═════ Listed records

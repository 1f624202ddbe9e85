"""Fit both eclipses of a detached binary: geometry, light ratio and honest uncertainties.

:func:`fit_eclipses` turns a :class:`~eclipsekit.data.LightCurve` and a start (a
:class:`~eclipsekit.period.PeriodSearch`, an earlier :class:`EclipseFit` or explicit
values) into an :class:`EclipseFit`.  The eclipse model is
:func:`eclipsekit.eclipse.model_flux` (two limb-darkened spheres on a Keplerian orbit);
this module adds the start values, the parameter set with its bounds, a per-segment
polynomial baseline, outlier rejection, restarts, and three ways to get uncertainties.

Numerical notes (why the code looks the way it does)
-----------------------------------------------------
* The epoch is fitted as an offset from a reference epoch ``t_ref`` (the start's t0
  moved by whole periods to the middle of the data) and the period as the timing shift
  it produces at the edge of the data, ``(P - P_ref) * n_cycles``.  Both are then O(1e-3)
  days, so finite-difference steps are meaningful (a step relative to t0 ~ 2.46e6 d
  would be ~0.04 d) and the epoch at mid-data is nearly uncorrelated with the period.
  Reported ``t0`` is the true time of mid-primary eclipse at that epoch.
* The baseline is normalisation times a polynomial of ``baseline_degree`` in time for
  each data segment (segments split at gaps).  Its coefficients enter linearly, so they
  are solved exactly inside every residual evaluation ("variable projection", Golub &
  Pereyra 1973, SIAM J. Numer. Anal. 10, 413).  The optimiser only sees the eclipse
  parameters; the Jacobian of the projected residuals gives their covariance already
  marginalised over the baseline coefficients.  For MCMC the log-posterior includes
  the Gaussian integral over the coefficients (flat priors), ``-0.5 chi2_min - 0.5
  log det(A^T W A)``, i.e. the baseline is marginalised, not just profiled.
* Only data near the eclipses (flanks of half an eclipse duration on each side) are
  fitted point by point when they are under 60% of the light curve; the points
  elsewhere, where the model is exactly 1, are averaged in bins of 10 consecutive
  points (weighted means), which keeps their information on the baseline at a tenth
  of the cost.  The statistics, residuals and outlier rejection always use the whole
  light curve.
"""
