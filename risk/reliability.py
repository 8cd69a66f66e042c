"""Small failure probabilities at a fixed drawdown: FORM, SORM and importance sampling.

All methods work on a limit-state function ``g(u)`` of independent standard normals ``u``
(shape (n, d) -> (n,)), vectorised over rows, with ``g <= 0`` meaning failure. A model of the
physical inputs is brought to this space with :func:`risk.uncertainty.normals_to_inputs`::

    g = lambda u: capacity_minus_demand(normals_to_inputs(joint, u))

Costs are counted in model evaluations (rows passed to ``g``) and in calls of ``g``.

References
----------
Hasofer, A.M. & Lind, N.C. (1974). Exact and invariant second-moment code format. J. Eng. Mech.
Div. ASCE 100(EM1), 111–121.
Rackwitz, R. & Fiessler, B. (1978). Structural reliability under combined random load
sequences. Computers & Structures 9(5), 489–494.
Zhang, Y. & Der Kiureghian, A. (1995). Two improved algorithms for reliability analysis. In
Reliability and Optimization of Structural Systems, Proc. 6th IFIP WG 7.5, 297–304 (from
memory).
Breitung, K. (1984). Asymptotic approximations for multinormal integrals. J. Eng. Mech. ASCE
110(3), 357–366.
Melchers, R.E. & Beck, A.T. (2018). Structural Reliability Analysis and Prediction, 3rd ed.,
Wiley: ch. 5 (FORM/SORM) and ch. 3 (importance sampling) (from memory).
Owen, A. & Zhou, Y. (2000). Safe and effective importance sampling. J. Am. Stat. Assoc.
95(449), 135–143 (importance sampling with control variates).
Au, S.-K. & Beck, J.L. (2001). Estimation of small failure probabilities in high dimensions by
subset simulation. Prob. Eng. Mech. 16(4), 263–277.
Papaioannou, I., Betz, W., Zwirglmaier, K. & Straub, D. (2015). MCMC algorithms for subset
simulation. Prob. Eng. Mech. 41, 89–103 (conditional sampling in standard-normal space).
"""

from __future__ import annotations

import math
from collections.abc import Callable
from dataclasses import dataclass

import numpy as np
from numpy.typing import NDArray
from scipy import special as sc

__all__ = [
    "FormResult",
    "ISResult",
    "LimitState",
    "SormResult",
    "SubsetResult",
    "compare",
    "form",
    "importance_sampling",
    "importance_sampling_cv",
    "sorm_breitung",
    "subset_simulation",
    "cv_estimate",
    "CV_OFFSETS",
]

FloatArray = NDArray[np.float64]
LimitState = Callable[[FloatArray], FloatArray]


@dataclass(frozen=True, eq=False)
class FormResult:
    """Outcome of :func:`form`.

    Attributes
    ----------
    beta : float
        Reliability index [-]: ``alpha . u*``, negative when the origin lies in the failure
        domain.
    design_point : ndarray (d,)
        Most probable failure point ``u*`` in standard-normal space [-].
    alpha : ndarray (d,)
        Unit vector ``-grad g / |grad g|`` at ``u*`` (points toward failure) [-].
    pf : float
        ``Phi(-beta)`` [-].
    gradient : ndarray (d,)
        ``grad g`` at ``u*`` [unit of g].
    n_evals : int
        Rows passed to ``g`` (model evaluations) [-].
    n_calls : int
        Calls of ``g`` [-].
    n_iter : int
        Iterations [-].
    converged : bool
        Whether both convergence criteria were met.
    message : str
        Why the iteration stopped.
    """

    beta: float
    design_point: FloatArray
    alpha: FloatArray
    pf: float
    gradient: FloatArray
    n_evals: int
    n_calls: int
    n_iter: int
    converged: bool
    message: str = ""

    @property
    def importance(self) -> FloatArray:
        """FORM importance factors ``alpha_i^2`` (sum to one) [-]."""
        return np.asarray(self.alpha**2)
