@_jit_parallel
def mohr_coulomb_onset(sum_xy, diff_xy, sxy, szz, sxz, syz, p_r, big_a, nu, t0, ucs, phi,
                       out_p, out_c, out_s):
    """Critical wall pressure [MPa] (p_r: fails with no drawdown, -inf: never) into out_p and
    (cos, sin) of psi = 2 theta at the worst wall angle into (out_c, out_s) (nan where never),
    for 3-D inputs that broadcast to shape (n0, n1, n2) (strides may be zero: broadcast views
    are read without copying); the outputs are flat, in C order of that shape. The angle itself
    is left to numpy's vectorised arctan2.

    Each block of cases is gathered into contiguous arrays, then set up, searched and finished
    by loops that vectorise; walls with a tensile sector take a scalar pass at the end.
    """
    n0, n1, n2 = sum_xy.shape
    total = n0 * n1 * n2
    nblocks = (total + _BLOCK - 1) // _BLOCK
    for blk in prange(nblocks):
        first = blk * _BLOCK
        cnt = min(_BLOCK, total - first)
        i, rem = first // (n1 * n2), first % (n1 * n2)
        j, m = rem // n2, rem % n2
        x = np.empty((_NX, cnt))
        for r in range(cnt):
            x[_X_SUM_XY, r], x[_X_DIFF_XY, r] = sum_xy[i, j, m], diff_xy[i, j, m]
            x[_X_SXY, r], x[_X_SZZ, r] = sxy[i, j, m], szz[i, j, m]
            x[_X_SXZ, r], x[_X_SYZ, r] = sxz[i, j, m], syz[i, j, m]
            x[_X_P_R, r], x[_X_A, r] = p_r[i, j, m], big_a[i, j, m]
            x[_X_NU, r], x[_X_UCS, r] = nu[i, j, m], ucs[i, j, m]
            m += 1
            if m == n2:
                m = 0
                j += 1
                if j == n1:
                    j = 0
                    i += 1
        kk, geo = _setup_block(x)
        lo = -geo[_G_T]
        hi = geo[_G_T].copy()
        bv, bx, g_last = np.empty(cnt), np.empty(cnt), np.empty(cnt)
        _search_block(kk[_K_K0], kk[_K_Z0], kk[_K_PP], kk[_K_QQ], kk[_K_W0], kk[_K_W1],
                      kk[_K_W2], kk[_K_BT], kk[_K_BZ], kk[_K_NU], kk[_K_UCS], kk[_K_P_R],
                      geo[_G_CM], geo[_G_SM], geo[_G_SG], lo, hi, bv, bx, g_last)
        op = out_p[first:first + cnt]
        oc = out_c[first:first + cnt]
        os_ = out_s[first:first + cnt]
        for r in range(cnt):
            # converged when the slope's root is bracketed to 1e-7 in t (the ends were
            # evaluated, the value is smooth: what is left to gain is of order |v''| 1e-14), or
            # when the slope at the best point is below 1e-6 MPa/rad (that point is the
            # maximum to g^2/(2|v''|), 5e-13 MPa for |v''| >= 1); else Brent's method from
            # the bracket (rare)
            if hi[r] - lo[r] > 1e-7 and g_last[r] > 1e-6:
                bv[r], bx[r] = _brent_max(lo[r], hi[r], bv[r], bx[r], geo[_G_CM][r],
                                          geo[_G_SM][r], geo[_G_SG][r], kk, r)
        for r in range(cnt):
            tb = bx[r]
            inv = 1.0 / (1.0 + tb * tb)
            cx, sx = (1.0 - tb * tb) * inv, geo[_G_SG][r] * 2.0 * tb * inv
            oc[r] = geo[_G_CM][r] * cx - geo[_G_SM][r] * sx
            os_[r] = geo[_G_SM][r] * cx + geo[_G_CM][r] * sx
            op[r] = bv[r]
        # walls with a tensile sector: a scalar pass (inputs read again at their indices)
        for r in range(cnt):
            if geo[_G_COMP][r] == 0.0:
                flat = first + r
                i, rem = flat // (n1 * n2), flat % (n1 * n2)
                j, m = rem // n2, rem % n2
                cu, su, sg = geo[_G_CU][r], geo[_G_SU][r], geo[_G_SG][r]
                # the order of the _C_* constants
                k = (kk[_K_K0][r], kk[_K_Z0][r], kk[_K_PP][r], kk[_K_QQ][r], kk[_K_W0][r],
                     kk[_K_W1][r], kk[_K_W2][r], kk[_K_BT][r], kk[_K_BZ][r], kk[_K_NU][r],
                     kk[_K_UCS][r], _passive(phi[i, j, m]), t0[i, j, m], kk[_K_P_R][r])
                c, s = oc[r], os_[r]
                # offsets on the half circle are measured from the largest-u direction
                xo = math.atan2(sg * (cu * s - su * c), cu * c + su * s)
                best, xo = _tensile_side(op[r], xo, cu, su, sg, k)
                c, s = math.cos(xo), sg * math.sin(xo)
                oc[r], os_[r] = cu * c - su * s, su * c + cu * s
                op[r] = best
        # outcome conventions
        for r in range(cnt):
            p_res = kk[_K_P_R][r]
            never = op[r] < 0.0
            op[r] = p_res if op[r] >= p_res else (-math.inf if never else op[r])
            os_[r] = math.nan if never else os_[r]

══════════

About this task :: Each line from the start of the records through the line holding "each data segment" must be returned exactly; nothing else belongs in the answer.

Answer for this exercise ::
repository 1f624202ddbe9e85
"""Fit both eclipses of a detached binary: geometry, light ratio and honest uncertainties.

:func:`fit_eclipses` turns a :class:`~eclipsekit.data.LightCurve` and a start (a
:class:`~eclipsekit.period.PeriodSearch`, an earlier :class:`EclipseFit` or explicit
values) into an :class:`EclipseFit`.  The eclipse model is
:func:`eclipsekit.eclipse.model_flux` (two limb-darkened spheres on a Keplerian orbit);
this module adds the start values, the parameter set with its bounds, a per-segment
polynomial baseline, outlier rejection, restarts, and three ways to get uncertainties.

Numerical notes (why the code looks the way it does)
-----------------------------------------------------
* The epoch is fitted as an offset from a reference epoch ``t_ref`` (the start's t0
  moved by whole periods to the middle of the data) and the period as the timing shift
  it produces at the edge of the data, ``(P - P_ref) * n_cycles``.  Both are then O(1e-3)
  days, so finite-difference steps are meaningful (a step relative to t0 ~ 2.46e6 d
  would be ~0.04 d) and the epoch at mid-data is nearly uncorrelated with the period.
  Reported ``t0`` is the true time of mid-primary eclipse at that epoch.
* The baseline is normalisation times a polynomial of ``baseline_degree`` in time for
  each data segment (segments split at gaps).  Its coefficients enter linearly, so they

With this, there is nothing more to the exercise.